• **Exercise aim**
An exact copy of all the entries below is what this task needs.

• **Excerpted data**
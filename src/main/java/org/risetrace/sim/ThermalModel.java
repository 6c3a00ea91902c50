package org.risetrace.sim;

import java.util.Arrays;

/**
 * A finite-volume heat model: an nx x ny grid of board cells (5-point conduction stencil) plus lumped nodes
 * (parts) coupled to cells by contact conductances, each node losing heat to ambient through a conductance.
 *
 * <p>Time stepping is backward Euler, unconditionally stable, so the step is chosen for accuracy only and is
 * independent of the frame interval: (C/dt + G_loss + L) T' = C/dt T + P + G_loss T_amb, solved by the
 * conjugate-gradient method with a Jacobi preconditioner (the matrix is symmetric positive definite). The
 * bookkeeping of injected, stored and lost energy is exact for the discrete scheme up to the solver tolerance.
 */
public final class ThermalModel {
    final int nx, ny, cells, nodes;
    /** Heat capacity per node, J/K. */
    final double[] capacity;
    /** Loss conductance to ambient per node, W/K. */
    final double[] loss;
    /** Conductance between cell (i, j) and (i + 1, j), index j * (nx - 1) + i, W/K. */
    final double[] gx;
    /** Conductance between cell (i, j) and (i, j + 1), index j * nx + i, W/K. */
    final double[] gy;
    /** Extra couplings (part node - cell): node a, node b, conductance. */
    int[] linkA = new int[16], linkB = new int[16];
    double[] linkG = new double[16];
    int links;
    /** Current temperatures, degrees Celsius. */
    final double[] temperature;

    /** Residual reduction per solve; the temperature error is this fraction of the step's change. */
    static final double RELATIVE_TOLERANCE = 1e-6;

    private double injectedJ, lostJ;
    private int lastIterations;
    private final double[] r, z, p, ap, rhs, diag;

    public ThermalModel(int nx, int ny, int lumpedNodes) {
        this.nx = nx;
        this.ny = ny;
        this.cells = nx * ny;
        this.nodes = cells + lumpedNodes;
        capacity = new double[nodes];
        loss = new double[nodes];
        gx = new double[Math.max(0, (nx - 1) * ny)];
        gy = new double[Math.max(0, nx * (ny - 1))];
        temperature = new double[nodes];
        r = new double[nodes];
        z = new double[nodes];
        p = new double[nodes];
        ap = new double[nodes];
        rhs = new double[nodes];
        diag = new double[nodes];
    }

    public int nx() { return nx; }
    public int ny() { return ny; }
    public int nodes() { return nodes; }
    public double[] temperature() { return temperature; }
    public double[] capacity() { return capacity; }
    public double[] loss() { return loss; }
    public double[] gx() { return gx; }
    public double[] gy() { return gy; }
    public double injectedJ() { return injectedJ; }
    public double lostJ() { return lostJ; }
    public int lastIterations() { return lastIterations; }

    /** Adds a coupling conductance between two nodes. */
    public void couple(int a, int b, double conductance) {
        if (links == linkA.length) {
            linkA = Arrays.copyOf(linkA, 2 * links);
            linkB = Arrays.copyOf(linkB, 2 * links);
            linkG = Arrays.copyOf(linkG, 2 * links);
        }
        linkA[links] = a;
        linkB[links] = b;
        linkG[links] = conductance;
        links++;
    }

    /** Sets every node to one temperature. */
    public void fill(double celsius) {
        Arrays.fill(temperature, celsius);
    }

    /** Energy stored relative to a reference state, J: sum C_i (T_i - T0_i). */
    public double storedJ(double[] reference) {
        double s = 0;
        for (int i = 0; i < nodes; i++) s += capacity[i] * (temperature[i] - reference[i]);
        return s;
    }

    /**
     * One backward-Euler step of {@code dtS} seconds with node powers {@code powerW} (W, averaged over the step)
     * and ambient {@code ambientC} at the end of the step.
     */
    public void step(double dtS, double[] powerW, double ambientC) {
        double invDt = 1.0 / dtS;
        for (int i = 0; i < nodes; i++) {
            double c = capacity[i] * invDt;
            rhs[i] = c * temperature[i] + powerW[i] + loss[i] * ambientC;
        }
        solve(invDt);
        double lostW = 0, inW = 0;
        for (int i = 0; i < nodes; i++) {
            lostW += loss[i] * (temperature[i] - ambientC);
            inW += powerW[i];
        }
        lostJ += lostW * dtS;
        injectedJ += inW * dtS;
    }

    /** The steady state under {@code powerW} at ambient {@code ambientC} (no heat capacity term). */
    public void steady(double[] powerW, double ambientC) {
        for (int i = 0; i < nodes; i++) rhs[i] = powerW[i] + loss[i] * ambientC;
        solve(0.0);
    }

    /** y = (invDt C + G_loss + L) x. */
    void multiply(double invDt, double[] x, double[] y) {
        for (int i = 0; i < nodes; i++) y[i] = (capacity[i] * invDt + loss[i]) * x[i];
        for (int j = 0; j < ny; j++) {
            int row = j * nx, grow = j * (nx - 1);
            for (int i = 0; i < nx - 1; i++) {
                double g = gx[grow + i];
                double f = g * (x[row + i] - x[row + i + 1]);
                y[row + i] += f;
                y[row + i + 1] -= f;
            }
        }
        for (int j = 0; j < ny - 1; j++) {
            int row = j * nx;
            for (int i = 0; i < nx; i++) {
                double g = gy[row + i];
                double f = g * (x[row + i] - x[row + nx + i]);
                y[row + i] += f;
                y[row + nx + i] -= f;
            }
        }
        for (int k = 0; k < links; k++) {
            double f = linkG[k] * (x[linkA[k]] - x[linkB[k]]);
            y[linkA[k]] += f;
            y[linkB[k]] -= f;
        }
    }

    private void buildDiagonal(double invDt) {
        for (int i = 0; i < nodes; i++) diag[i] = capacity[i] * invDt + loss[i];
        for (int j = 0; j < ny; j++)
            for (int i = 0; i < nx - 1; i++) {
                double g = gx[j * (nx - 1) + i];
                diag[j * nx + i] += g;
                diag[j * nx + i + 1] += g;
            }
        for (int j = 0; j < ny - 1; j++)
            for (int i = 0; i < nx; i++) {
                double g = gy[j * nx + i];
                diag[j * nx + i] += g;
                diag[(j + 1) * nx + i] += g;
            }
        for (int k = 0; k < links; k++) {
            diag[linkA[k]] += linkG[k];
            diag[linkB[k]] += linkG[k];
        }
    }

    /** Preconditioned conjugate gradients (Hestenes and Stiefel), warm-started from the current temperatures. */
    private void solve(double invDt) {
        buildDiagonal(invDt);
        double[] x = temperature;
        multiply(invDt, x, ap);
        double bnorm = 0, r0 = 0;
        for (int i = 0; i < nodes; i++) {
            r[i] = rhs[i] - ap[i];
            bnorm += rhs[i] * rhs[i];
            r0 += r[i] * r[i];
        }
        // stop when the residual has fallen by RELATIVE_TOLERANCE from the warm start (the step's own change),
        // or below a floor relative to the right-hand side (no change at all)
        double tol = Math.max(RELATIVE_TOLERANCE * Math.sqrt(r0), 1e-13 * Math.sqrt(bnorm));
        double rz = 0;
        for (int i = 0; i < nodes; i++) {
            z[i] = r[i] / diag[i];
            p[i] = z[i];
            rz += r[i] * z[i];
        }
        int it = 0;
        int maxIt = 20 * (int) Math.sqrt(nodes) + 500;
        while (it < maxIt) {
            double rn = 0;
            for (int i = 0; i < nodes; i++) rn += r[i] * r[i];
            if (Math.sqrt(rn) <= tol) break;
            multiply(invDt, p, ap);
            double pap = 0;
            for (int i = 0; i < nodes; i++) pap += p[i] * ap[i];
            if (pap <= 0) break;
            double alpha = rz / pap;
            for (int i = 0; i < nodes; i++) {
                x[i] += alpha * p[i];
                r[i] -= alpha * ap[i];
            }
            double rzNew = 0;
            for (int i = 0; i < nodes; i++) {
                z[i] = r[i] / diag[i];
                rzNew += r[i] * z[i];
            }
            double beta = rzNew / rz;
            rz = rzNew;
            for (int i = 0; i < nodes; i++) p[i] = z[i] + beta * p[i];
            it++;
        }
        lastIterations = it;
    }
}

• **Output of the task**
filename src/main/java/org/risetrace/sim/ThermalModel.java
repository 6c3a00ea91902c50
package org.risetrace.sim;

import java.util.Arrays;

/**
 * A finite-volume heat model: an nx x ny grid of board cells (5-point conduction stencil) plus lumped nodes
 * (parts) coupled to cells by contact conductances, each node losing heat to ambient through a conductance.
 *
 * <p>Time stepping is backward Euler, unconditionally stable, so the step is chosen for accuracy only and is
 * independent of the frame interval: (C/dt + G_loss + L) T' = C/dt T + P + G_loss T_amb, solved by the
 * conjugate-gradient method with a Jacobi preconditioner (the matrix is symmetric positive definite). The
 * bookkeeping of injected, stored and lost energy is exact for the discrete scheme up to the solver tolerance.
 */
public final class ThermalModel {
    final int nx, ny, cells, nodes;
    /** Heat capacity per node, J/K. */
    final double[] capacity;
    /** Loss conductance to ambient per node, W/K. */
    final double[] loss;
    /** Conductance between cell (i, j) and (i + 1, j), index j * (nx - 1) + i, W/K. */
    final double[] gx;
    /** Conductance between cell (i, j) and (i, j + 1), index j * nx + i, W/K. */
    final double[] gy;
    /** Extra couplings (part node - cell): node a, node b, conductance. */
    int[] linkA = new int[16], linkB = new int[16];
    double[] linkG = new double[16];
    int links;
    /** Current temperatures, degrees Celsius. */
    final double[] temperature;

    /** Residual reduction per solve; the temperature error is this fraction of the step's change. */
    static final double RELATIVE_TOLERANCE = 1e-6;

    private double injectedJ, lostJ;
    private int lastIterations;
    private final double[] r, z, p, ap, rhs, diag;

    public ThermalModel(int nx, int ny, int lumpedNodes) {
        this.nx = nx;
        this.ny = ny;
        this.cells = nx * ny;
        this.nodes = cells + lumpedNodes;
        capacity = new double[nodes];
        loss = new double[nodes];
        gx = new double[Math.max(0, (nx - 1) * ny)];
        gy = new double[Math.max(0, nx * (ny - 1))];
        temperature = new double[nodes];
        r = new double[nodes];
        z = new double[nodes];
        p = new double[nodes];
        ap = new double[nodes];
        rhs = new double[nodes];
        diag = new double[nodes];
    }

    public int nx() { return nx; }
    public int ny() { return ny; }
    public int nodes() { return nodes; }
    public double[] temperature() { return temperature; }
    public double[] capacity() { return capacity; }
    public double[] loss() { return loss; }
    public double[] gx() { return gx; }
    public double[] gy() { return gy; }
    public double injectedJ() { return injectedJ; }
    public double lostJ() { return lostJ; }
    public int lastIterations() { return lastIterations; }

    /** Adds a coupling conductance between two nodes. */
    public void couple(int a, int b, double conductance) {
        if (links == linkA.length) {
            linkA = Arrays.copyOf(linkA, 2 * links);
            linkB = Arrays.copyOf(linkB, 2 * links);
            linkG = Arrays.copyOf(linkG, 2 * links);
        }
        linkA[links] = a;
        linkB[links] = b;
        linkG[links] = conductance;
        links++;
    }

    /** Sets every node to one temperature. */
    public void fill(double celsius) {
        Arrays.fill(temperature, celsius);
    }

    /** Energy stored relative to a reference state, J: sum C_i (T_i - T0_i). */
    public double storedJ(double[] reference) {
        double s = 0;
        for (int i = 0; i < nodes; i++) s += capacity[i] * (temperature[i] - reference[i]);
        return s;
    }

    /**
     * One backward-Euler step of {@code dtS} seconds with node powers {@code powerW} (W, averaged over the step)
     * and ambient {@code ambientC} at the end of the step.
     */
    public void step(double dtS, double[] powerW, double ambientC) {
        double invDt = 1.0 / dtS;
        for (int i = 0; i < nodes; i++) {
            double c = capacity[i] * invDt;
            rhs[i] = c * temperature[i] + powerW[i] + loss[i] * ambientC;
        }
        solve(invDt);
        double lostW = 0, inW = 0;
        for (int i = 0; i < nodes; i++) {
            lostW += loss[i] * (temperature[i] - ambientC);
            inW += powerW[i];
        }
        lostJ += lostW * dtS;
        injectedJ += inW * dtS;
    }

    /** The steady state under {@code powerW} at ambient {@code ambientC} (no heat capacity term). */
    public void steady(double[] powerW, double ambientC) {
        for (int i = 0; i < nodes; i++) rhs[i] = powerW[i] + loss[i] * ambientC;
        solve(0.0);
    }

    /** y = (invDt C + G_loss + L) x. */
    void multiply(double invDt, double[] x, double[] y) {
        for (int i = 0; i < nodes; i++) y[i] = (capacity[i] * invDt + loss[i]) * x[i];
        for (int j = 0; j < ny; j++) {
            int row = j * nx, grow = j * (nx - 1);
            for (int i = 0; i < nx - 1; i++) {
                double g = gx[grow + i];
                double f = g * (x[row + i] - x[row + i + 1]);
                y[row + i] += f;
                y[row + i + 1] -= f;
            }
        }
        for (int j = 0; j < ny - 1; j++) {
            int row = j * nx;
            for (int i = 0; i < nx; i++) {
                double g = gy[row + i];
                double f = g * (x[row + i] - x[row + nx + i]);
                y[row + i] += f;
                y[row + nx + i] -= f;
            }
        }
        for (int k = 0; k < links; k++) {
            double f = linkG[k] * (x[linkA[k]] - x[linkB[k]]);
            y[linkA[k]] += f;
            y[linkB[k]] -= f;
        }
    }

    private void buildDiagonal(double invDt) {
        for (int i = 0; i < nodes; i++) diag[i] = capacity[i] * invDt + loss[i];
        for (int j = 0; j < ny; j++)
            for (int i = 0; i < nx - 1; i++) {
                double g = gx[j * (nx - 1) + i];
                diag[j * nx + i] += g;
                diag[j * nx + i + 1] += g;
            }
        for (int j = 0; j < ny - 1; j++)
            for (int i = 0; i < nx; i++) {
                double g = gy[j * nx + i];
                diag[j * nx + i] += g;
                diag[(j + 1) * nx + i] += g;
            }
        for (int k = 0; k < links; k++) {
            diag[linkA[k]] += linkG[k];
            diag[linkB[k]] += linkG[k];
        }
    }

    /** Preconditioned conjugate gradients (Hestenes and Stiefel), warm-started from the current temperatures. */
    private void solve(double invDt) {
        buildDiagonal(invDt);
        double[] x = temperature;
        multiply(invDt, x, ap);
        double bnorm = 0, r0 = 0;
        for (int i = 0; i < nodes; i++) {
            r[i] = rhs[i] - ap[i];
            bnorm += rhs[i] * rhs[i];
            r0 += r[i] * r[i];
        }
        // stop when the residual has fallen by RELATIVE_TOLERANCE from the warm start (the step's own change),
        // or below a floor relative to the right-hand side (no change at all)
        double tol = Math.max(RELATIVE_TOLERANCE * Math.sqrt(r0), 1e-13 * Math.sqrt(bnorm));
        double rz = 0;
        for (int i = 0; i < nodes; i++) {
            z[i] = r[i] / diag[i];
            p[i] = z[i];
            rz += r[i] * z[i];
        }
        int it = 0;
        int maxIt = 20 * (int) Math.sqrt(nodes) + 500;
        while (it < maxIt) {
            double rn = 0;
            for (int i = 0; i < nodes; i++) rn += r[i] * r[i];
            if (Math.sqrt(rn) <= tol) break;
            multiply(invDt, p, ap);
            double pap = 0;
            for (int i = 0; i < nodes; i++) pap += p[i] * ap[i];
            if (pap <= 0) break;
            double alpha = rz / pap;
            for (int i = 0; i < nodes; i++) {
                x[i] += alpha * p[i];
                r[i] -= alpha * ap[i];
            }
            double rzNew = 0;
            for (int i = 0; i < nodes; i++) {
                z[i] = r[i] / diag[i];
                rzNew += r[i] * z[i];
            }
            double beta = rzNew / rz;
            rz = rzNew;
            for (int i = 0; i < nodes; i++) p[i] = z[i] + beta * p[i];
            it++;
        }
        lastIterations = it;
    }
}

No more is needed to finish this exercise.